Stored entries
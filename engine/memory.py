"""How much more memory this process may use, read from the machine's state (no allocation).

The least of three limits, each skipped when it cannot be read or is unlimited:

* free memory: ``MemAvailable`` of ``/proc/meminfo`` (Linux ``proc(5)``: memory available for
  starting new applications without swapping);
* the cgroup limit: ``memory.max - memory.current`` (cgroup v2) or ``memory.limit_in_bytes -
  memory.usage_in_bytes`` (cgroup v1) of this process's memory cgroup (Linux ``cgroups(7)``);
* ``RLIMIT_AS`` (``ulimit -v``): the soft limit less the address space in use (``VmSize`` of
  ``/proc/self/status``).

:func:`default_memory_budget` is half of it: what a solver set-up may use by default
(:class:`ohmgraph.engine.session.SolveSession`), leaving the rest for the caller's own arrays.
The memory guard of the command line (:mod:`ohmgraph.io.memory_guard`) compares its estimate
with :func:`available_memory` too.
"""

from __future__ import annotations

import resource
from dataclasses import dataclass
from pathlib import Path

UNLIMITED = 1 << 60           # cgroup files write "max" or a value near 2^63 for no limit


@dataclass(frozen=True)
class Available:
    """``bytes`` more may be allocated; ``limit`` names the tightest limit."""

    bytes: int
    limit: str


def _read(path: Path) -> str | None:
    try:
        return path.read_text()
    except OSError:
        return None


def _field_kib(text: str | None, name: str) -> int | None:
    """A ``Name:  1234 kB`` field of a /proc file, in bytes."""
    for line in (text or "").splitlines():
        if line.startswith(f"{name}:"):
            return int(line.split()[1]) * 1024
    return None


def _number(text: str | None) -> int | None:
    text = (text or "").strip()
    return int(text) if text.isdigit() else None


def _cgroup_room(proc: Path, cgroup_root: Path) -> int | None:
    """Room left under this process's cgroup memory limit, or None without a limit."""
    rooms = []
    for line in (_read(proc / "self" / "cgroup") or "").splitlines():
        _, controllers, group = line.split(":", 2)
        if controllers == "":                                       # v2
            folders, names = [cgroup_root / group.lstrip("/"), cgroup_root], ("memory.max",
                                                                               "memory.current")
        elif "memory" in controllers.split(","):                    # v1
            base = cgroup_root / "memory"
            folders, names = [base / group.lstrip("/"), base], ("memory.limit_in_bytes",
                                                                "memory.usage_in_bytes")
        else:
            continue
        for folder in folders:           # in a cgroup namespace the own group is the root
            limit, used = (_number(_read(folder / name)) for name in names)
            if limit is not None and used is not None:
                if limit < UNLIMITED:
                    rooms.append(max(0, limit - used))
                break
    return min(rooms) if rooms else None


def available_memory(proc="/proc", cgroup_root="/sys/fs/cgroup") -> Available:
    """The least of free memory, cgroup room and ``RLIMIT_AS`` room (see the module notes)."""
    proc, cgroup_root = Path(proc), Path(cgroup_root)
    candidates = [(UNLIMITED, "no limit found")]
    free = _field_kib(_read(proc / "meminfo"), "MemAvailable")
    if free is not None:
        candidates.append((free, "free memory"))
    room = _cgroup_room(proc, cgroup_root)
    if room is not None:
        candidates.append((room, "cgroup memory limit"))
    soft, _ = resource.getrlimit(resource.RLIMIT_AS)
    in_use = _field_kib(_read(proc / "self" / "status"), "VmSize")
    if soft != resource.RLIM_INFINITY and in_use is not None:
        candidates.append((max(0, soft - in_use), "address-space limit (ulimit -v)"))
    return Available(*min(candidates))


DEFAULT_SHARE = 0.5


def default_memory_budget() -> float | None:
    """Half of :func:`available_memory` (None when no limit can be read: no budget)."""
    room = available_memory()
    return None if room.bytes >= UNLIMITED else DEFAULT_SHARE * room.bytes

## WHAT IS BEING ASKED
Look above for the line holding "text = (text" and the line holding "folders, names = [base", then output exactly those two lines and every line between them, nothing more.

## TASK OUTPUT
    text = (text or "").strip()
    return int(text) if text.isdigit() else None


def _cgroup_room(proc: Path, cgroup_root: Path) -> int | None:
    """Room left under this process's cgroup memory limit, or None without a limit."""
    rooms = []
    for line in (_read(proc / "self" / "cgroup") or "").splitlines():
        _, controllers, group = line.split(":", 2)
        if controllers == "":                                       # v2
            folders, names = [cgroup_root / group.lstrip("/"), cgroup_root], ("memory.max",
                                                                               "memory.current")
        elif "memory" in controllers.split(","):                    # v1
            base = cgroup_root / "memory"
            folders, names = [base / group.lstrip("/"), base], ("memory.limit_in_bytes",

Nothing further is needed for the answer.